(Stored data)
■ ■ ■ ■ ■

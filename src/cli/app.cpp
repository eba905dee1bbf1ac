// The command dispatcher: global options, one subcommand per command file, and the one place where
// errors become exit statuses and single lines for the brewer.
#include "cli/app.hpp"

#include <fmt/format.h>
#include <unistd.h>

#include <CLI/CLI.hpp>
#include <algorithm>
#include <cerrno>
#include <cstdlib>
#include <cstring>
#include <exception>
#include <iostream>
#include <new>

#include "cli/commands.hpp"
#include "cli/remedies.hpp"
#include "model/errors.hpp"
#include "model/names.hpp"

namespace bine::cli {
namespace {

constexpr std::string_view kAbout =
    "bine: find hop substitutes, design late-hop blends to a target aroma, and hold a recipe's IBU\n"
    "when lots, alpha acids or storage change. All computations run on your CPU; results are\n"
    "estimates from published models. Hot wort scalds: take care around the kettle and whirlpool.";

void add_global_options(CLI::App& app, GlobalOptions& globals) {
  app.add_option("--data", globals.data.folder,
                 "descriptor-data folder (default: $BINE_DATA, else the installed or source-tree data)");
  app.add_option("--catalog", globals.catalogs,
                 "a catalog file of your own (repeatable); it replaces the shipped demo catalog, which is mixed "
                 "in only when named: --catalog demo");
  app.add_option("--units", globals.units, "units for text output: metric (g, L, C) or us (oz, gal, F)")
      ->check(CLI::IsMember({"metric", "us"}));
  app.add_flag("--timings", globals.timings, "print phase timings to stderr");
}

/// The data folder: --data, else $BINE_DATA (the only place bine reads it).
void choose_data_folder(GlobalOptions& globals) {
  if (!globals.data.folder.empty()) {
    globals.data.named_by = "--data " + globals.data.folder;
    return;
  }
  if (const char* env = std::getenv("BINE_DATA"); env != nullptr && *env != '\0') {
    globals.data.folder = env;
    globals.data.named_by = std::string("BINE_DATA=") + env;
  }
}

/// The first word of argv that is not an option or an option's value: the command the brewer typed.
std::string typed_command(int argc, char** argv) {
  for (int i = 1; i < argc; ++i) {
    const std::string_view word = argv[i];
    if (word == "--data" || word == "--catalog" || word == "--units") {
      ++i;
      continue;
    }
    if (!word.empty() && word[0] != '-') return std::string(word);
  }
  return {};
}

/// A parse error in words a brewer can act on; an unknown or missing command names the commands.
std::string parse_problem(const CLI::App& app, const CLI::ParseError& error, int argc, char** argv) {
  std::vector<std::string> names;
  for (const CLI::App* command : app.get_subcommands({})) names.push_back(command->get_name());
  std::string listed;
  for (const auto& name : names) listed += (listed.empty() ? "" : ", ") + name;
  if (app.get_subcommands().empty()) {
    const std::string typed = typed_command(argc, argv);
    if (typed.empty()) return fmt::format("no command given (expected one of {})", listed);
    if (std::find(names.begin(), names.end(), typed) == names.end()) {
      const std::string hint = did_you_mean(typed, names);
      return fmt::format("unknown command \"{}\" ({}expected one of {})", typed, hint.empty() ? "" : hint + "; ",
                         listed);
    }
  }
  return std::string(error.what());
}

}  // namespace

bool CommandTable::run_chosen(const Console& console) const {
  for (const auto& [command, run] : commands_) {
    if (!command->parsed()) continue;
    run(console);
    return true;
  }
  return false;
}

DataSet load_data(const GlobalOptions& globals, const Console& console) {
  const auto timer = console.time("load data");
  DataSet data = load_data(globals.data, globals.catalogs);
  for (const auto& note : data.notes) console.err << "bine: note: " << note << '\n';
  return data;
}

namespace {

int run_command_line(int argc, char** argv, std::ostream& out, std::ostream& err) {
  try {
    CLI::App app{std::string(kAbout)};
    app.name("bine");
    app.set_version_flag("--version", std::string("bine ") + BINE_VERSION);
    app.require_subcommand(1);
    app.fallthrough();
    GlobalOptions globals;
    add_global_options(app, globals);
    CommandTable commands;
    setup_catalog_command(app, globals, commands);
    setup_ibu_command(app, globals, commands);
    setup_age_command(app, globals, commands);
    setup_rebalance_command(app, globals, commands);
    setup_swap_command(app, globals, commands);
    setup_blend_command(app, globals, commands);
    setup_import_command(app, globals, commands);
    setup_calibrate_command(app, globals, commands);
    setup_stock_command(app, globals, commands);
    try {
      app.parse(argc, argv);
    } catch (const CLI::CallForHelp& e) {
      return app.exit(e, out, err);
    } catch (const CLI::CallForAllHelp& e) {
      return app.exit(e, out, err);
    } catch (const CLI::CallForVersion& e) {
      return app.exit(e, out, err);
    } catch (const CLI::ParseError& e) {
      err << "bine: error: " << message_line(parse_problem(app, e, argc, argv))
          << " (run 'bine --help' or 'bine COMMAND --help')\n";
      return kExitBadInput;
    }
    choose_data_folder(globals);
    const Console console{out, err, globals.timings, &err == &std::cerr && isatty(STDERR_FILENO) == 1};
    commands.run_chosen(console);
  } catch (const InputError& e) {
    for (const auto& line : e.lines()) err << "bine: error: " << with_remedies(line, e.remedies()) << '\n';
    return kExitBadInput;
  } catch (const Infeasible& e) {
    err << "bine: cannot do that: " << with_remedies(e.what(), e.remedies()) << '\n';
    return kExitInfeasible;
  } catch (const std::bad_alloc&) {
    err << "bine: error: out of memory (is an input unreasonably large?)\n";
    return kExitBadInput;
  } catch (const std::exception&) {
    // A bug, not bad input: say so plainly rather than leak a library's message.
    err << "bine: internal error; please report it with the command you ran\n";
    return 70;
  }
  return 0;
}

}  // namespace

int run(int argc, char** argv, std::ostream& out, std::ostream& err) {
  const int status = run_command_line(argc, argv, out, err);
  // Output that never arrived (a full disk, a closed stdout) is a failure, not a success.
  out.flush();
  if (out) return status;
  // The stream keeps no error code; errno still holds the failed write's when it is one of these.
  const int saved = errno;
  const bool known =
      saved == ENOSPC || saved == EBADF || saved == EIO || saved == EPIPE || saved == EFBIG || saved == EDQUOT;
  err << "bine: error: the output could not be written"
      << (known ? std::string(" (") + std::strerror(saved) + ")" : std::string()) << '\n';
  return status != 0 ? status : kExitOutputFailed;
}

}  // namespace bine::cli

■ ■ ■ ■ ■

*YOUR INSTRUCTIONS*:
In the lines above, locate the string "auto". Copy every line where it occurs.

*ANSWER TO THIS EXERCISE*:
  for (const auto& name : names) listed += (listed.empty() ? "" : ", ") + name;
  for (const auto& [command, run] : commands_) {
  const auto timer = console.time("load data");
  for (const auto& note : data.notes) console.err << "bine: note: " << note << '\n';
    for (const auto& line : e.lines()) err << "bine: error: " << with_remedies(line, e.remedies()) << '\n';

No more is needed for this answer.